• _What is expected_: Reproduce precisely the lines between the start of the data below and the line with "def winner(boot_ns: I, offset_ns: I, uncertainty_ns: I)", both included.

• _Listed records_:
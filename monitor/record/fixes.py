"""Which clock fix tells a boot's UTC: the rule of view boot_utc, quick enough for ten years."""

from __future__ import annotations

from collections.abc import Sequence

import numpy as np
from numpy.typing import NDArray

from monitor.record.types import ClockFix

SURE_NS = 86_400_000_000_000
"""A fix with less uncertainty than a day is of a clock that something has set."""
_MOST_NS = 2**62 - 1

I = NDArray[np.int64]  # noqa: E741


def best(fixes: Sequence[ClockFix]) -> ClockFix | None:
    """The fix whose offset (utc_ns - boot_ns) holds for the whole boot; None without any."""
    if not fixes:
        return None
    ordered = sorted(fixes, key=lambda fix: (fix.boot_ns, fix.source))
    boot_ns, offset, error = np.array(
        [(fix.boot_ns, fix.utc_ns - fix.boot_ns, fix.uncertainty_ns) for fix in ordered], np.int64
    ).T
    return ordered[winner(boot_ns, offset, error)]


def winner(boot_ns: I, offset_ns: I, uncertainty_ns: I) -> int:
    """Position of the fix that holds; at least one, ordered by boot time and source, shape (n,).

    A fix that a later, sure one contradicts by more than both uncertainties is dropped: the clock
    was set in between. Of the rest, the latest whose uncertainty is at most twice the smallest.
    """
    error = np.minimum(uncertainty_ns, _MOST_NS)
    sure = uncertainty_ns < SURE_NS
    low, high = offset_ns - error, offset_ns + error
    later = np.searchsorted(boot_ns, boot_ns, side="right")
    at_least = _from_the_end(np.maximum, np.where(sure, low, -(2**63)), -(2**63))[later]
    at_most = _from_the_end(np.minimum, np.where(sure, high, 2**63 - 1), 2**63 - 1)[later]
    kept = (high >= at_least) & (low <= at_most)
    good = np.flatnonzero(kept & (error <= 2 * error[kept].min()))
    good = good[boot_ns[good] == boot_ns[good[-1]]]
    return int(good[np.argmin(error[good])])


def _from_the_end(extreme: np.ufunc, values: I, none: int) -> I:
    """Extreme of the values from each position on, and none after the last: (n + 1,)."""
    found: I = extreme.accumulate(np.r_[values, np.int64(none)][::-1])[::-1]
    return found
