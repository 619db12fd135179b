"""A reference check that was a mistake: struck out by its number, kept, and off the chart."""

from __future__ import annotations

from pathlib import Path

import pytest

from monitor.record.reader import Record
from monitor.refchecks import checks_of
from tests.cli.command import run
from tests.cli.test_calibration_checks import HAND, blocks, charted, fill, kept


@pytest.fixture
def record(tmp_path: Path) -> Path:
    path = tmp_path / "record.db"
    fill(path, blocks(0, [-30.0] * 6))
    return path


def test_a_check_that_was_a_mistake_is_struck_and_stays(
    capsys: pytest.CaptureFixture[str], record: Path
) -> None:
    """A level typed wrong, -20 for -30 dBm: the ninth check reads 10 dB otherwise."""
    kept(record, [*HAND, -10.0])
    assert charted(capsys, record).code == 1
    strike = ["calibration", "applied", "--record", record, "--strike"]
    found = run(capsys, [*strike, "9", "--note", "typed -20"])
    assert found.code == 0, found.err
    assert found.out == "east: check 9, which read -10.00 dB otherwise, is struck; typed -20\n"
    after = charted(capsys, record)
    assert after.code == 0
    assert "  centre +0.200, sigma 0.139" in after.out.splitlines()
    assert after.out.splitlines()[-1].endswith("-10.000  struck: typed -20")
    (chart,) = charted(capsys, record, "--json").document["charts"]
    assert [check["number"] for check in chart["checks"]] == list(range(1, 9))
    ((struck),) = chart["struck"]
    assert (struck["number"], struck["why"]) == (9, "typed -20")
    with Record.open(record) as held:
        assert len(checks_of(held)) == 9  # nothing is taken out
    assert "is struck already" in run(capsys, [*strike, "9"]).one_line
    assert "the record has 1 to 9" in run(capsys, [*strike, "10"]).one_line


def test_a_chart_whose_checks_are_all_struck_has_none(
    capsys: pytest.CaptureFixture[str], record: Path
) -> None:
    kept(record, [0.3])
    run(capsys, ["calibration", "applied", "--record", record, "--strike", "1"])
    found = charted(capsys, record)
    assert found.code == 0
    assert "  0 of the 8 checks that make the lines" in found.out.splitlines()
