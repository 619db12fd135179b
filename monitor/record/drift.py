"""Uncertainties of stored windows, widened by a drift that a later calibration found.

Stored rows stay as they are; what is read of them says by how much they were widened.
"""

from __future__ import annotations

import sqlite3
from collections.abc import Sequence

import numpy as np
from numpy.typing import NDArray

from monitor.core.caldrift import widened_db
from monitor.record.uses import Calibrations, F, I, Segment, drift_over

_K = (
    "SELECT k FROM fields WHERE derivation = 0 AND boot = ? AND end_ns > ? AND end_ns <= ? "
    "ORDER BY end_ns LIMIT 1"
)
FALLBACK_K = 2.0


def widened(
    db: sqlite3.Connection, held: Calibrations, boot: int, after_ns: I, until_ns: I, u_db: F
) -> tuple[F, F]:
    """Expanded uncertainties (n,), dB, of rows of a boot, and the drifts, dB, that widened them.

    held: of the whole record. after_ns, until_ns: (n,), boot time that each row speaks of. A row
    that only touches the data of a drifted calibration is widened whole.
    """
    segments = held.drifted(boot)
    drift_db = drift_over(segments, after_ns, until_ns)
    if not drift_db.any():
        return u_db, drift_db
    return widened_db(u_db, _factors(db, boot, segments, after_ns, until_ns), drift_db), drift_db


def raised(figure: F, bound: NDArray[np.bool_], drift_db: F) -> F:
    """Figures (n,) of power, raised by the whole drift where they are a bound that is stated.

    Such a bound holds its uncertainty already, so the line of a drift cannot widen it afterwards.
    """
    return np.where(bound, figure * 10.0 ** (drift_db / 10.0), figure)


def _factors(
    db: sqlite3.Connection, boot: int, segments: Sequence[Segment], after_ns: I, until_ns: I
) -> F:
    """Each row's coverage factor: the one of its segment's windows, which have one chain."""
    out = np.zeros(after_ns.size)
    for segment in segments:
        found = db.execute(_K, (boot, segment.start_ns, segment.end_ns)).fetchone()
        k = FALLBACK_K if found is None or found[0] is None else float(found[0])
        touches = (after_ns < segment.end_ns) & (until_ns > segment.start_ns)
        out[touches] = np.maximum(out[touches], k)
    return out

• _Written response_:
filename monitor/record/fixes.py
"""Which clock fix tells a boot's UTC: the rule of view boot_utc, quick enough for ten years."""

from __future__ import annotations

from collections.abc import Sequence

import numpy as np
from numpy.typing import NDArray

from monitor.record.types import ClockFix

SURE_NS = 86_400_000_000_000
"""A fix with less uncertainty than a day is of a clock that something has set."""
_MOST_NS = 2**62 - 1

I = NDArray[np.int64]  # noqa: E741


def best(fixes: Sequence[ClockFix]) -> ClockFix | None:
    """The fix whose offset (utc_ns - boot_ns) holds for the whole boot; None without any."""
    if not fixes:
        return None
    ordered = sorted(fixes, key=lambda fix: (fix.boot_ns, fix.source))
    boot_ns, offset, error = np.array(
        [(fix.boot_ns, fix.utc_ns - fix.boot_ns, fix.uncertainty_ns) for fix in ordered], np.int64
    ).T
    return ordered[winner(boot_ns, offset, error)]


def winner(boot_ns: I, offset_ns: I, uncertainty_ns: I) -> int:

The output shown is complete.